(EXTRACTED MATERIAL)
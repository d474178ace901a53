//! The input boundary: turns one JSON line of the feed into a validated [`Event`], or into a
//! [`Rejection`] that names a reason and, where one is at fault, the schema field.
//!
//! # How a line is read
//! 1. More than `max_line_bytes` bytes: [`RejectReason::LineTooLong`], before anything else
//!    looks at the bytes (a hostile feed must not make us scan megabytes).
//! 2. Only JSON whitespace (space, tab, LF, CR; RFC 8259 §2): [`RejectReason::EmptyLine`].
//! 3. Not UTF-8: [`RejectReason::InvalidUtf8`] (RFC 8259 §8.1 requires UTF-8). A line
//!    handed over as [`RawLine::Text`] has passed this check in its reader, which checks
//!    whole chunks of input at once (`scrim replay`'s readers).
//! 4. The first non-whitespace byte is not `{`: the line is only checked for well-formedness
//!    ([`RejectReason::NotAnObject`] or [`RejectReason::InvalidJson`]).
//! 5. The **fast path**: one strict pass of a hand-written scanner over a subset of JSON: a
//!    flat object whose keys and string values have no escapes and no control characters,
//!    whose other values are numbers (RFC 8259 §6 grammar exactly), `true`, `false` or
//!    `null`, with JSON whitespace between tokens and nothing after the closing `}`. Keys and
//!    category values are matched by length and 8-byte words (no `memcmp` call); only the
//!    numbers of schema fields are converted. Anything outside the subset (an escape, a
//!    nested array or object, any syntax irregularity, an integer beyond `u64`, a float with
//!    more than 19 digits or 9 exponent digits, a float that overflows `f64`) makes the fast
//!    path give up without a verdict, and step 6 reads the line from scratch. So the fast
//!    path never decides a syntax rejection: it answers only for lines that are well-formed.
//!    Before it, a reader that carries a [`LineShape`] ([`LineParser::parse_with_shape`],
//!    what the engine and the parse workers use) tries the **shape path**: the gaps between
//!    the values (whitespace, braces, commas, keys, colons) of the last line the fast path
//!    accepted are compared byte for byte, so the keys are neither scanned nor looked up,
//!    and the values are read by the fast path's own readers. A line that differs anywhere
//!    outside its values, or has any faulty field, goes on to the fast path as if there
//!    were no shape, so the shape path only ever accepts, and only what the fast path would.
//! 6. The **serde path** ([`LineParser::parse_serde`], the reference): one pass of serde_json
//!    over the text with a visitor that looks at every top-level key once: schema fields are
//!    interpreted on the spot (strings are borrowed, never copied), every other key is
//!    skipped with [`serde::de::IgnoredAny`], which serde_json walks with an explicit stack,
//!    so deep nesting in an ignored key costs neither recursion nor memory.
//!
//! Why both paths give identical results: on a line the fast path accepts, serde_json meets
//! no syntax error either, so its verdict is decided by the per-key logic alone. Both paths
//! feed the same keys in the same order to the same per-key logic (`LineScan::entry`: skip
//! unknown keys, skip after a fault, DuplicateField on a second occurrence, else interpret)
//! and finish with the same `LineScan::finish`. The values they hand over are the same: a
//! string is the same borrowed text (no escapes, so nothing to unescape); a number is the
//! variant serde_json 1.0.154's `deserialize_any` produces (`de.rs`, `parse_integer` and
//! `parse_number`): a non-negative integer that fits `u64` is `U64`, a negative one `I64` when
//! it fits, but `-0` and magnitudes above 2^63 are `F64` of the negated magnitude (so `-0` is
//! `-0.0`); a fraction or exponent is the correctly rounded `f64` (serde_json's
//! `float_roundtrip` feature uses a correctly rounded algorithm, so does `str::parse::<f64>`,
//! and so does the exact Clinger fast path for at most 2^53 with a power of ten up to 10^22).
//! The unit hash is called with the same canonical text and as often (at most once) on both
//! paths: the fast path records the text and calls the caller's hash only when it answers.
//! The differential tests (unit tests here, a proptest, the hostile-line run in
//! `tests/parser_hostile.rs` and the `parse_diff` fuzz target) compare the two bit for bit.
//!
//! # Which reason wins when a line has several faults
//! Syntax first: a line that is not one well-formed JSON text (truncated, trailing garbage,
//! bad escapes, raw control characters in strings) is [`RejectReason::InvalidJson`] even if
//! an earlier field was also wrong, so the reason never depends on where a line was cut.
//! Among well-formed lines, the first semantic fault in line order wins, and
//! [`RejectReason::MissingField`] (known only at the end) comes last. The visitor therefore
//! keeps parsing after the first fault, only to check syntax.
//!
//! # Privacy
//! The unit id is hashed inside [`LineParser::parse`] by the caller's keyed hash and never
//! stored. A [`Rejection`] carries only a reason and a schema field name (configuration, not
//! data), so logging or counting rejections cannot leak line content.

use std::cell::RefCell;
use std::fmt;
use std::sync::Arc;

use serde::de::{self, DeserializeSeed, IgnoredAny, MapAccess, SeqAccess, Visitor};

use crate::engine::time::{MAX_EVENT_TIME, MIN_EVENT_TIME, Millis};

/// Longest accepted unit id string, in UTF-8 bytes after JSON unescaping. Longer ids are not
/// card numbers but garbage or an attempt to make the hash do work (a project choice).
pub const MAX_UNIT_ID_BYTES: usize = 256;

/// Largest accepted magnitude of a numeric field ("absurd" above this).
///
/// Why 1e15: it is below 2^53 ≈ 9.007e15, so every accepted JSON integer converts to `f64`
/// exactly (IEEE 754 binary64 has a 53-bit significand), and no plausible reading of fares,
/// distances or durations comes near it. This is input hygiene against broken readers, not a
/// privacy bound: the statistics clamp values to their declared ranges anyway.
pub const MAX_ABS_NUMBER: f64 = 1e15;

/// The same bound as an integer, so integers are compared exactly rather than after rounding.
const MAX_ABS_INTEGER: u64 = 1_000_000_000_000_000;

/// What the configuration asks the parser to extract from every line.
#[derive(Clone, Debug, PartialEq)]
pub struct Schema {
    /// The event-time field: an RFC 3339 string or integer epoch milliseconds.
    pub time_field: String,
    /// The privacy-unit field; `None` for event-level privacy.
    pub unit_field: Option<String>,
    /// Category fields with their declared public domain (index = position in the list).
    pub categories: Vec<(String, Vec<String>)>,
    /// Numeric fields (f64).
    pub numbers: Vec<String>,
    /// Longest accepted line in bytes, as handed to [`LineParser::parse`].
    pub max_line_bytes: usize,
}

/// Category indices of one event, inline up to four fields (no heap allocation per event
/// for typical schemas; more fields spill to the heap transparently).
pub type Categories = smallvec::SmallVec<[u32; 4]>;

/// Numeric values of one event, inline up to eight fields.
pub type Numbers = smallvec::SmallVec<[f64; 8]>;

/// `len` categories not seen yet. Inline lengths take the buffer as a whole, without the
/// element-by-element fill of `smallvec!` (issue 9: 2% of replay).
fn unseen_categories(len: usize) -> Categories {
    if len <= 4 {
        Categories::from_buf_and_len([CATEGORY_UNSEEN; 4], len)
    } else {
        smallvec::smallvec![CATEGORY_UNSEEN; len]
    }
}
(End EXTRACTED MATERIAL)
* [ACTION ITEM]
Set down exactly the lines from the one that contains "if len <= 4" to the final line above, both included, and nothing more.

* [TASK ANSWER]
    if len <= 4 {
        Categories::from_buf_and_len([CATEGORY_UNSEEN; 4], len)
    } else {
        smallvec::smallvec![CATEGORY_UNSEEN; len]
    }
}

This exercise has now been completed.